From: Stefan Monnier
Subject: Re: Basic question on choosing nxml-mode schema
Date: Thu, 10 Nov 2016 12:05:46 -0500
User-agent: Gnus/5.13 (Gnus v5.13) Emacs/25.1.50 (gnu/linux)

> gives me only two problems: this rejects 'lang="EN"' with "Attribute
> not allowed"; and it rejects <style> as "Element not allowed in this
> context", even when appearing within a <body> area.

I'm not very knowledgeable in XML/SGML/HTML, but I do know that HTML5
has a much tougher stance on what is allowed where, to try and help
enforce a clean separation between content (in HTML) and presentation
(in CSS).

So maybe these are bugs in html5-schema or in nxml-mode, but my gut
feeling is that it might simply be because these constructs are not
allowed in HTML5 any more.

[ Reaches for his web browser... ]
Hmm... apparently the "lang" attribute should be allowed anywhere in
HTML5, so this looks like a bug in html5-schema.

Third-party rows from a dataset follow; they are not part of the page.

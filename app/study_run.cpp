#include "app/study_run.h"

#ifdef __GLIBC__
#include <malloc.h>
#endif

#include <nlohmann/json.hpp>
#include <spdlog/spdlog.h>

#include <algorithm>
#include <atomic>
#include <chrono>
#include <condition_variable>
#include <cstdio>
#include <ctime>
#include <exception>
#include <filesystem>
#include <future>
#include <tuple>
#include <memory>
#include <mutex>
#include <set>
#include <stdexcept>
#include <thread>

#include "app/align.h"
#include "app/clean.h"
#include "app/design_level_check.h"
#include "app/cleaning_outcome_check.h"
#include "app/event_tables.h"
#include "app/measure.h"
#include "app/preflight.h"
#include "app/progress_bar.h"
#include "app/recording_work.h"
#include "app/stage_settings.h"
#include "app/table_trials.h"
#include "app/trial_pattern_check.h"
#include "app/warning_log.h"
#include "app/study_inputs.h"
#include "detectors/detector_registry.h"
#include "gazemill/version.h"
#include "io/alignment_io.h"
#include "io/cleaning_io.h"
#include "io/delimited_reader.h"
#include "io/event_tables_io.h"
#include "io/hdf5_util.h"
#include "io/measures_io.h"
#include "io/region_files.h"
#include "io/review_file.h"
#include "io/sample_digest_io.h"
#include "io/sha256.h"
#include "io/study_store.h"
#include "io/table_set.h"
#include "io/write_lock.h"
#include "pipeline/named_regex.h"
#include "measures/measure_aggregates.h"
#include "pipeline/input_error.h"
#include "pipeline/rare_values.h"

namespace gazemill {
namespace fs = std::filesystem;

std::string default_store_path(const Protocol& protocol) {
  const std::string name = protocol.study_name.empty() ? "study" : protocol.study_name;
  return (fs::absolute(fs::path(protocol.path)).parent_path() / (name + ".gzm.h5")).lexically_normal().string();
}

std::string study_ingest_key(const std::map<std::string, std::string>& ingest_keys) {
  std::vector<std::string> parts;
  for (const auto& [id, key] : ingest_keys) parts.push_back(id + "=" + key);
  return make_key("ingest-study", parts);
}

std::string study_detect_key(const std::string& ingest_key, const std::map<std::string, std::string>& detect_keys) {
  std::vector<std::string> parts = {ingest_key};
  for (const auto& [id, key] : detect_keys) parts.push_back(id + "=" + key);
  return make_key("detect-study", parts);
}

unsigned shard_of(const std::string& id, unsigned count) {
  std::uint64_t h = 1469598103934665603ull;  // FNV-1a (Fowler, Noll and Vo), stable across machines and runs
  for (unsigned char c : id) {
    h ^= c;
    h *= 1099511628211ull;
  }
  return count ? static_cast<unsigned>(h % count) : 0;
}

std::string default_tables_folder(const std::string& store_path) {
  fs::path p(store_path);
  std::string stem = p.filename().string();
  for (const char* ext : {".h5", ".gzm"}) {
    if (stem.size() > std::strlen(ext) && stem.ends_with(ext)) stem.resize(stem.size() - std::strlen(ext));
  }
  return (p.parent_path() / (stem + "-tables")).string();
}

namespace {

std::string utc_now() {
  const std::time_t t = std::chrono::system_clock::to_time_t(std::chrono::system_clock::now());
  std::tm tm{};
  gmtime_r(&t, &tm);
  char buf[32];
  std::strftime(buf, sizeof buf, "%Y-%m-%dT%H:%M:%SZ", &tm);
  return buf;
}

void check_trial_keys_unique(const Protocol& p, const std::vector<RecordingEvents>& recordings);

// What happens to one recording in this run.
enum class RecordingWork { reuse, detect, ingest };

struct RecordingPlan {
  std::string id;
  RecordingWork work = RecordingWork::ingest;
  std::optional<RecordingInputs> inputs;  // when the run reads input files
  std::vector<InputFileRecord> known;     // inputs as recorded by the previous run
  std::string ingest_key, detect_key;     // known before the work, or set by it
};

const char* stage_command(Stage s) { return to_string(s); }

// The groups a stage's results occupy, per recording and at the top.
std::vector<std::string> recording_groups_of(Stage s) {
  switch (s) {
    case Stage::detect: return {"events"};
    case Stage::clean: return {"clean"};
    case Stage::align: return {"align"};
    default: return {};
  }
}
std::vector<std::string> top_groups_of(Stage s) {
  switch (s) {
    case Stage::clean: return {"/audit"};
    case Stage::measure: return {"/measures"};
    default: return {};
  }
}

class StudyRun {
 public:
  StudyRun(const Protocol& protocol, const StudyRunOptions& options) : p_(protocol), o_(options) {
    ingest_settings_ = ingest_settings_json(p_);
    try {
      detector_ = make_detector(p_.detection);
    } catch (const std::invalid_argument& e) {
      throw InputError({p_.path, 0, "detection"}, e.what());
    }
    detect_settings_ = imports_ ? imported_events_settings_json(p_) : detection_settings_json(p_.detection);
    regions_settings_ = regions_settings_json(p_);
    clean_settings_ = cleaning_settings_json(p_);
    align_settings_ = align_settings_json(p_);
    measure_settings_ = measure_settings_json(p_);
    work_.deflate_level = o_.deflate_level;
    work_.raw_budget_bytes = o_.raw_budget_bytes;
  }

  StudyRunReport execute();

 private:
  // Planning.
  void open_previous();
  void plan_recordings();
  void preflight_inputs() const;
  void check_current_up_to(Stage stage);
  std::string study_key(Stage stage) const;
  [[noreturn]] void stale_upstream(Stage needed, const std::string& why) const;

  // Work.
  void run_recordings(StudyStoreWriter& out);
  void write_recording(StudyStoreWriter& out, RecordingOutput& r);
  // Every recording's metadata and events for cleaning; those of recordings
  // read or detected this run are moved out of fresh_, so it runs once.
  std::vector<RecordingEvents> recording_events();
  bool events_taken_ = false;
  void run_study_stages(StudyStoreWriter& out);
  std::optional<PreviousAlignment> previous_alignment() const;
  void remove_results(StudyStoreWriter& out, Stage stage);
  // A reused stage's warnings are still true of its results: said again.
  void say_again(const StageRecord& r) {
    for (const auto& w : r.warnings) {
      spdlog::warn("{} (as {} said when it ran, {})", w, to_string(r.stage), r.created_utc);
      report_.warnings_kept.push_back(std::string(to_string(r.stage)) + ": " + w);
    }
  }
  StageRecord record_for(Stage stage, const std::string& key, const std::string& upstream, const std::string& settings) const;

  bool stage_wanted(Stage s) const { return !o_.only || *o_.only == s; }
  bool regions_present() const { return p_.regions.present(); }

  const Protocol& p_;
  const StudyRunOptions& o_;
  // A fixation list's rows are the events: ingest imports them, and the
  // detect stage's record says so instead of naming a detector.
  const bool imports_ = p_.input.format == InputFormat::fixations;
  std::unique_ptr<EventDetector> detector_;
  std::string ingest_settings_, detect_settings_, regions_settings_, clean_settings_, align_settings_, measure_settings_;
  RecordingWorkOptions work_;

  std::unique_ptr<StudyStoreReader> old_;  // the store as the previous run left it
  std::map<Stage, StageRecord> old_records_;
  std::vector<RecordingPlan> plans_;
  std::vector<std::string> removed_recordings_;
  std::vector<std::string> study_recordings_;
  std::vector<std::string> ingest_warnings_;  // what the trial pattern checks warned of, for ingest's record  // every recording the inputs give, before a shard takes its part
  std::map<std::string, RecordingOutput> fresh_;  // recordings read or detected this run (light parts)
  std::vector<InputFileRecord> inputs_;
  std::vector<RepairRecord> repairs_;
  std::map<Stage, std::string> keys_;       // each stage's key after this run
  std::map<Stage, bool> ran_;
  std::vector<RecordingEvents> events_;     // kept for cleaning
  std::optional<std::vector<CleanedRecording>> cleaned_recordings_;
  std::optional<std::vector<RecordingAlignment>> alignment_;
  std::optional<RegionCatalogue> regions_;
  StudyRunReport report_;
  std::string now_ = utc_now();
};

void StudyRun::open_previous() {
  std::error_code ec;
  if (!fs::exists(o_.store_path, ec)) return;
  if (fs::is_directory(o_.store_path, ec)) {
    throw InputError({o_.store_path, 0, ""}, "is a folder; the store is a file (give its file name, e.g. study.gzm.h5)");
  }
  try {
    old_ = std::make_unique<StudyStoreReader>(o_.store_path);
  } catch (const InputError& e) {
    if (o_.only == Stage::ingest) {
      throw InputError({o_.store_path, 0, ""}, std::string("exists and is not a store this gazemill can update (") + e.what() +
                                                   "); move it away or name another store");
    }
    throw;
  }
  for (Stage s : kStages) {
    if (auto r = old_->stage_record(s)) old_records_[s] = *r;
  }
}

But w.r.t the `style` tag, I see:

    Note: If the "scoped" attribute is not used, each <style> tag must
    be located in the head section.

so nXml is probably right to signal an error when it sees a `style` in
the body.

> <!doctype html>
> <html lang="en">

My memory is fuzzy, but isn't XML case-sensitive (in contrast to SGML?).
So I think you want

    <!DOCTYPE html>
    <html lang="en">

I usually start my documents with

    <?xml version="1.0" encoding="UTF-8"?>
    <!DOCTYPE html>
    <html xmlns="";>

IIRC some of those lines are redundant but server to make the document
valid both as HTML and as XML.

> then it rejects "doctype" with "Unknown markup declaration", the
> "lang" as above, "Referenced entity has not been defined" for &ndash;
> and related, and <style> as above.

W.r.t &ndash, I recommend you use an actual ndash character rather than
an entity reference.  XML is supposed to readable/parseable without
knowing the document type and schema, so the only entities you can
reliably use are those few entities that are valid in all document
types, i.e. &amp;, &lt; &quot; &apos; and &gt;.
To make up for that restriction, you get to use the full Unicode set
of characters.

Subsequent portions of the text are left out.